* What to work on *
Look below for the line containing "const byte = ()"; from there, print each line exactly up to and including the line containing "of wrong passwords.", and stop.

══ Information given

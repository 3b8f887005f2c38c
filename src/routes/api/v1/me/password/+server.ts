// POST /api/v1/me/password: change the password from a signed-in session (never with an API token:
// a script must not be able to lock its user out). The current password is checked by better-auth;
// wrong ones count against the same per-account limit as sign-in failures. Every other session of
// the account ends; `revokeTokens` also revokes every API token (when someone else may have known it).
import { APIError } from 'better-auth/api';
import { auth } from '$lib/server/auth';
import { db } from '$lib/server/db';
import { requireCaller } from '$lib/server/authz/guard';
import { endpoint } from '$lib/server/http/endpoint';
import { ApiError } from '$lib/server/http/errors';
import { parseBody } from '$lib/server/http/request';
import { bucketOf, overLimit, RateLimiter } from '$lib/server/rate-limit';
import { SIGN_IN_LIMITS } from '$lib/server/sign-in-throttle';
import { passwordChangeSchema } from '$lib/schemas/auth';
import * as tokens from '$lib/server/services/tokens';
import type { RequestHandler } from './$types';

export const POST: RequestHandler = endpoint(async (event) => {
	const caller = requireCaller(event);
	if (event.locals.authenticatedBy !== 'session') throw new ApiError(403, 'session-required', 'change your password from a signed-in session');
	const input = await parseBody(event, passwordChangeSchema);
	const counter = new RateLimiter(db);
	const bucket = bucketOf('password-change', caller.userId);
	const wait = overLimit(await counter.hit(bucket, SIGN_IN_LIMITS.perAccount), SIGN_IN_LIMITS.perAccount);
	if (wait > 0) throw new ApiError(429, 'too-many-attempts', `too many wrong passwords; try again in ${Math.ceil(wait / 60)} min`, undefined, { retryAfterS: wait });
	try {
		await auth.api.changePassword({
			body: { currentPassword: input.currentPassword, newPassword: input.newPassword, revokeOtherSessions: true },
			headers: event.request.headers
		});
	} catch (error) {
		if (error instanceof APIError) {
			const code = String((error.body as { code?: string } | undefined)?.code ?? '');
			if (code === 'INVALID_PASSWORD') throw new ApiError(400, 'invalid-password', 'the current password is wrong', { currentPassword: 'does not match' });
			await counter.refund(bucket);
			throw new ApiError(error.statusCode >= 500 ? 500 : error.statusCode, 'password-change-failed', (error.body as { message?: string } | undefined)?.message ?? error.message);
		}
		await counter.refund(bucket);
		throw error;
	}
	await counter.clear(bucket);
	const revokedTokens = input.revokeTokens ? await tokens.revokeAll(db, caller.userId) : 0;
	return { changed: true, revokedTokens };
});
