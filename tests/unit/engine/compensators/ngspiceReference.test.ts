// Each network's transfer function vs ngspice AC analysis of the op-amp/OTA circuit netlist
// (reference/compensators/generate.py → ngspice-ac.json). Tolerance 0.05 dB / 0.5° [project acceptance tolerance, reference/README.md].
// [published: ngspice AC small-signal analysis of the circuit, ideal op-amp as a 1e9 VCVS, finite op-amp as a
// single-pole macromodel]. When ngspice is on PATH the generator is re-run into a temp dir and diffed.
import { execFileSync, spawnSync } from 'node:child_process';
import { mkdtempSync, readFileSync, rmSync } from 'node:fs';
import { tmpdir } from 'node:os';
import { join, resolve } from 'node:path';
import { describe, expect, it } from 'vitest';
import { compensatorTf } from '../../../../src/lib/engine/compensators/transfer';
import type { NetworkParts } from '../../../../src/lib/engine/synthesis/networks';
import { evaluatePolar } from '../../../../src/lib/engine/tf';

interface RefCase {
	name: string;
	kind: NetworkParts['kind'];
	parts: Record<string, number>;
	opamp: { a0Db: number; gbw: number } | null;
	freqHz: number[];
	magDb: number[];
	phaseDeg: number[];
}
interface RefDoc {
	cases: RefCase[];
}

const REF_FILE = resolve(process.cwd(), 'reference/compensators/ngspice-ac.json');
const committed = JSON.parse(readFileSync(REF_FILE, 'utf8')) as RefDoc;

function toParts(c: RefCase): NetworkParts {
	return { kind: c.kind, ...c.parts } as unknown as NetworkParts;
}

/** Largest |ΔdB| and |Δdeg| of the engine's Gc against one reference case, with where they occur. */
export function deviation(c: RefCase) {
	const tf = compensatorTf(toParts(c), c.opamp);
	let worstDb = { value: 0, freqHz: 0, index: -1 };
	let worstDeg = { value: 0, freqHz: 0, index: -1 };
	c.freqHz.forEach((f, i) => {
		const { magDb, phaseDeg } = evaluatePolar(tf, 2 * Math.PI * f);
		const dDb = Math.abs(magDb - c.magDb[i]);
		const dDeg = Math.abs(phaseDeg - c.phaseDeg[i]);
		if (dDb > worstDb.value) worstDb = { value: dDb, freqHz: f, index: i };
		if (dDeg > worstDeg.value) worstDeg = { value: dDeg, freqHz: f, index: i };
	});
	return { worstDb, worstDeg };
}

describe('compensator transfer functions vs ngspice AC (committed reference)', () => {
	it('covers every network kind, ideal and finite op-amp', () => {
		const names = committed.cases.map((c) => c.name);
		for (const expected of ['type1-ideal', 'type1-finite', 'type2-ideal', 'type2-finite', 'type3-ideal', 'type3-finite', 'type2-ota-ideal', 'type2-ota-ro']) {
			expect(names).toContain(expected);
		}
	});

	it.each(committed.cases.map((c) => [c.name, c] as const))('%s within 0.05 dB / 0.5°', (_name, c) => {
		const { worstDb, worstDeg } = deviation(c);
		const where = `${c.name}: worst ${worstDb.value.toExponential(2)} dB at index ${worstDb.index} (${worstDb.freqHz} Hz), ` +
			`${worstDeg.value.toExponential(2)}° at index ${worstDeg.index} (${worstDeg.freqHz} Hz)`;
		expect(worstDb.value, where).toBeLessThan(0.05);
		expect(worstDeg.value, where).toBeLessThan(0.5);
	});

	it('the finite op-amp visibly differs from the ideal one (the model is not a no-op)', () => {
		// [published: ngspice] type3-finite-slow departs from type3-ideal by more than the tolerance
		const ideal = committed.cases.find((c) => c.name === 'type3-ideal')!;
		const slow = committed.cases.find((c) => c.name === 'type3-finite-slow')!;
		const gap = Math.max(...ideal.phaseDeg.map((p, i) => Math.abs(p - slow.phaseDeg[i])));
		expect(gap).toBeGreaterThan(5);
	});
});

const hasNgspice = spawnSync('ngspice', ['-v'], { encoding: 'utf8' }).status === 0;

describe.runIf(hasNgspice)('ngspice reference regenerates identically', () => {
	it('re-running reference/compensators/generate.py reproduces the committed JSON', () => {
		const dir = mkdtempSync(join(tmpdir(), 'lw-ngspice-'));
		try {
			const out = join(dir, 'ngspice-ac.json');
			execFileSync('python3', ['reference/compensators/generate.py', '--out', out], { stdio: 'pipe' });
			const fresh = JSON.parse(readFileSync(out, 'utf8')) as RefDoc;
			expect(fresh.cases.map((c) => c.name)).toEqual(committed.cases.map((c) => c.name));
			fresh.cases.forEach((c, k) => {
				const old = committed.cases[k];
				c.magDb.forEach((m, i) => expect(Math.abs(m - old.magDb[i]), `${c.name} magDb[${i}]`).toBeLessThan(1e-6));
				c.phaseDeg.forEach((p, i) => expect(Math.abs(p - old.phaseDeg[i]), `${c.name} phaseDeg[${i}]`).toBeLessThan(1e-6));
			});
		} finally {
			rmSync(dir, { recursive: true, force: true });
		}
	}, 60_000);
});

════
══ Information given

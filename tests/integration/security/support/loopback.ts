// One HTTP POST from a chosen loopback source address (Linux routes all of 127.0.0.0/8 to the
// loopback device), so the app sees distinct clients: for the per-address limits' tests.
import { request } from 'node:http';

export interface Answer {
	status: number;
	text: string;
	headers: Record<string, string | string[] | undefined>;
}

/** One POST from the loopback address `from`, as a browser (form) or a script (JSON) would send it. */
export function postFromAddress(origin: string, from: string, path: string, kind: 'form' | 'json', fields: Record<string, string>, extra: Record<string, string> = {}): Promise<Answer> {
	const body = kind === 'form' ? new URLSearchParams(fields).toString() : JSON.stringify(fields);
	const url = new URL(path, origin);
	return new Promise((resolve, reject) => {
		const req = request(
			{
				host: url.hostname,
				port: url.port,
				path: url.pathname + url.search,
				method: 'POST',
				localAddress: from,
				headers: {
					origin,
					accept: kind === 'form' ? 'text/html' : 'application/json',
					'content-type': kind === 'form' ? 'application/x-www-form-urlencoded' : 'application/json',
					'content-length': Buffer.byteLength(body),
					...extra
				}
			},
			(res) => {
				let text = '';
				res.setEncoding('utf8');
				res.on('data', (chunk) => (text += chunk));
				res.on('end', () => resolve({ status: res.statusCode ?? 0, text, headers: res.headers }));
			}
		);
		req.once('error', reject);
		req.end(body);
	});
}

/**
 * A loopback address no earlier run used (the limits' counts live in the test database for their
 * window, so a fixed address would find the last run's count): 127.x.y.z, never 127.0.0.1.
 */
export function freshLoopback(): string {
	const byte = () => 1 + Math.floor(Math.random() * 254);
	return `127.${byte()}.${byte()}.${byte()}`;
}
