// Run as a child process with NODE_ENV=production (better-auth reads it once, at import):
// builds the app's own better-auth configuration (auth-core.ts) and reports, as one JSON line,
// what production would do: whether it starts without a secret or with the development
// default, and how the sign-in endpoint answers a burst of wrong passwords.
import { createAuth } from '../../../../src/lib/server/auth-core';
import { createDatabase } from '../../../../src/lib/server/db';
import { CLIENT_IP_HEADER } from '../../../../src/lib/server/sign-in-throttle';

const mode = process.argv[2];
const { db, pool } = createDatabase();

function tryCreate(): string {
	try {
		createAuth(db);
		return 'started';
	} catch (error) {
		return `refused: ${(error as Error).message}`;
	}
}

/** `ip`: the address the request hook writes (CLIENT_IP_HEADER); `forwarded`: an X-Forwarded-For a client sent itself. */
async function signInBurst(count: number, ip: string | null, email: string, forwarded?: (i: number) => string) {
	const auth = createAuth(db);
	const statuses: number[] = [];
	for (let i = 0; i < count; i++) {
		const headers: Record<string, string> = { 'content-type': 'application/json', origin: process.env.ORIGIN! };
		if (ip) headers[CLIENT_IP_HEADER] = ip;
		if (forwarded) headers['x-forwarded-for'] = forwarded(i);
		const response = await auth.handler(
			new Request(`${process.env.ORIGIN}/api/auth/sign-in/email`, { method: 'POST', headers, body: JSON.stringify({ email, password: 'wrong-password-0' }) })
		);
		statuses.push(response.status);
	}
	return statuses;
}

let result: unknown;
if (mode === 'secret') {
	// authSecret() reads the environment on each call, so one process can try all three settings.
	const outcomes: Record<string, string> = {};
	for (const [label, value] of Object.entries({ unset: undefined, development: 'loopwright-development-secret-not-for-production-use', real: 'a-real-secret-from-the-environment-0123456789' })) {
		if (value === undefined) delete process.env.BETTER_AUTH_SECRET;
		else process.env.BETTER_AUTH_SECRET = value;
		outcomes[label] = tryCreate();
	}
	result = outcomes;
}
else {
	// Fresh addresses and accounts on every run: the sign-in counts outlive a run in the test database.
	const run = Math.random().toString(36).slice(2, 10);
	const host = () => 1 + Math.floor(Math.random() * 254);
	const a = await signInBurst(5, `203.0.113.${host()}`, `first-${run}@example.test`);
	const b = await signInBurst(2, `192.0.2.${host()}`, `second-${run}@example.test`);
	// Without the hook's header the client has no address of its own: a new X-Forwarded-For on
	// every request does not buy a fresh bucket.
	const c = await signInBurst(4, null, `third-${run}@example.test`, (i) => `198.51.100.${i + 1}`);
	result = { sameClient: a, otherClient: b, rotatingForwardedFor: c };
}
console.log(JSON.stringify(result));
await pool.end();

════

* Exercise result *
	const byte = () => 1 + Math.floor(Math.random() * 254);
	return `127.${byte()}.${byte()}.${byte()}`;
}
// Run as a child process with NODE_ENV=production (better-auth reads it once, at import):
// builds the app's own better-auth configuration (auth-core.ts) and reports, as one JSON line,
// what production would do: whether it starts without a secret or with the development
// default, and how the sign-in endpoint answers a burst of wrong passwords.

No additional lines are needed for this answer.